The storm grew worse, and the corporal's exposure brought on pneumonia. He felt he was dying, and could not bear the thought of his widowed mother losing him by illness, and her younger son upon the gallows. So he had paper and pen brought him, and he wrote and signed a confession to the murder. Then he dropped back upon the cot, apparently dead; but with Joan's nursing he recovered. Exonerated by the confession, Tom returned to the settlement, presented the confession, and reported his brother as dead. But a trapper had stopped at Joan's cabin, perhaps a couple of weeks after Tom left it. He found the corporal sitting up and well. Upon arriving at the post, the trapper reported this, and Tom was sent back to arrest and bring in his brother, which he did.
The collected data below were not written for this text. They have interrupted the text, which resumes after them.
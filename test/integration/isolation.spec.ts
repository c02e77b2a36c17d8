import postgres from 'postgres';
import { v7 as newId } from 'uuid';
import { afterAll, beforeAll, describe, expect, it } from 'vitest';
import { testApp, type TestApp } from '#support/test-app.ts';
import { asOrganisation } from '#support/test-database.ts';
import { buildProject, type TestProject } from '#support/test-project.ts';

/** Raw SQL as the role that serves requests: what holds even where a query forgets its filter. */
let app: TestApp;
let project: TestProject;
let sql: postgres.Sql;

beforeAll(async () => {
  app = await testApp();
  project = await buildProject(await app.as('engineer'));
  sql = postgres(app.database.appUrl, { max: 1, onnotice: () => undefined });
});
afterAll(async () => {
  await sql.end();
  await app.close();
});

const tablesOf = async (): Promise<string[]> =>
  (await app.database.owner`select table_name from information_schema.columns where table_schema = 'public' and column_name = 'org_id'`).map((row) => row['table_name'] as string);
const count = async (tx: postgres.ISql, table: string): Promise<number> => Number((await tx`select count(*) as n from ${tx(table)}`)[0]?.['n']);
const readable = async (): Promise<string[]> => (await tablesOf()).filter((table) => table !== 'sessions');

describe('row-level security', () => {
  it('is forced on every table of an organisation', async () => {
    const forced = await app.database.owner`select relname from pg_class where relrowsecurity and relforcerowsecurity and relkind = 'r'`;
    const names = forced.map((row) => row['relname'] as string);
    expect(names).toEqual(expect.arrayContaining([...(await tablesOf()), 'organisations']));
  });

  it('shows nothing before an organisation is named', async () => {
    for (const table of [...(await readable()), 'organisations']) expect([table, await count(sql, table)]).toEqual([table, 0]);
    expect((await sql`select id, name, email from people`)).toHaveLength(0);
  });

  it('shows an organisation its own rows, and another one none of them', async () => {
    const own = await asOrganisation(sql, app.org.id, (tx) => count(tx, 'points'));
    expect(own).toBe(2);
    for (const table of (await readable()).filter((name) => name !== 'memberships')) {
      expect([table, await asOrganisation(sql, app.otherOrg.id, (tx) => count(tx, table))]).toEqual([table, 0]);
    }
    const names = await asOrganisation(sql, app.otherOrg.id, (tx) => tx`select email from people`);
    expect(names.every((row) => (row['email'] as string).endsWith('@hillside.example'))).toBe(true);
  });

  it('lets nobody write into another organisation', async () => {
    const insert = (tx: postgres.ISql) => tx`insert into projects (id, org_id, name) values (${newId()}, ${app.org.id}, 'Smuggled')`;
    await expect(asOrganisation(sql, app.otherOrg.id, insert)).rejects.toThrow(/row-level security/);
    const change = await asOrganisation(sql, app.otherOrg.id, (tx) => tx`update points set tag = 'X' where id = ${project.ids.pointA}`);
    expect(change.count).toBe(0);
  });

  it('ends with the transaction that named the organisation', async () => {
    await asOrganisation(sql, app.org.id, (tx) => count(tx, 'points'));
    expect(await count(sql, 'points')).toBe(0);
  });
});

describe('the role that serves requests', () => {
  it('is neither owner nor exempt', async () => {
    const [role] = await sql`select rolsuper, rolbypassrls, rolcreaterole, rolcreatedb from pg_roles where rolname = current_user`;
    expect(role).toEqual({ rolsuper: false, rolbypassrls: false, rolcreaterole: false, rolcreatedb: false });
    expect(await app.database.owner`select 1 from pg_tables where schemaname = 'public' and tableowner <> 'lanewright_owner'`).toHaveLength(0);
  });

  it.each([
    'update change_sets set summary = null', 'delete from change_sets', 'update change_items set after = null', 'delete from change_items',
    'update dispenser_types set name = name', 'delete from module_types', 'select password_hash from people', 'select * from sessions',
    'update memberships set roles = roles', 'insert into organisations (id, name) values (gen_random_uuid(), \'X\')', 'create table x (y int)',
  ])('may not: %s', async (statement) => {
    await expect(asOrganisation(sql, app.org.id, (tx) => tx.unsafe(statement))).rejects.toThrow(/permission denied/);
  });

  it('cannot point a row at another organisation\'s', async () => {
    const other = await buildProject(await app.asOther('engineer'), 'Hillside');
    const insert = (tx: postgres.ISql) => tx`insert into controllers (id, org_id, project_id, cabinet_id, name)
      values (${newId()}, ${app.otherOrg.id}, ${other.id}, ${project.ids.cabinet}, 'X')`;
    await expect(asOrganisation(sql, app.otherOrg.id, insert)).rejects.toThrow(/controllers_cabinet_fk/);
  });
});

describe('the role for sign-in', () => {
  it('sees no project', async () => {
    const auth = postgres(app.database.authUrl, { max: 1, onnotice: () => undefined });
    await expect(auth`select * from projects`).rejects.toThrow(/permission denied/);
    await auth.end();
  });
});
The corporal was thrown into jail at the post, and was to be taken to a larger town for trial. But a mob formed, the corporal was dragged from the jail, and about to be lynched. Joan rushed to the widow of the murdered man, and pleaded with her to tell the truth and save the corporal. After a struggle with the woman she succeeded, got her out to the mob, and her confession was believed. The mob released the corporal and started back to get Tom, who saw them coming and committed suicide. The corporal and Joan were married, and we leave them starting on a honeymoon trip with their dog sled.

==Cast==
- Alice Lake as Joan Cameron
- Kenneth Harlan as Cpl. Bob Fitzgerald
- Rosemary Theby as Mrs. George Mordeaux
- Gaston Glass as Tom Fitzgerald
- Noah Beery as Sgt. Georges Mordeaux
- Wallace Beery as Fu Chang

==Preservation==
With no prints of I Am the Law located in any film archives, it is considered a lost film.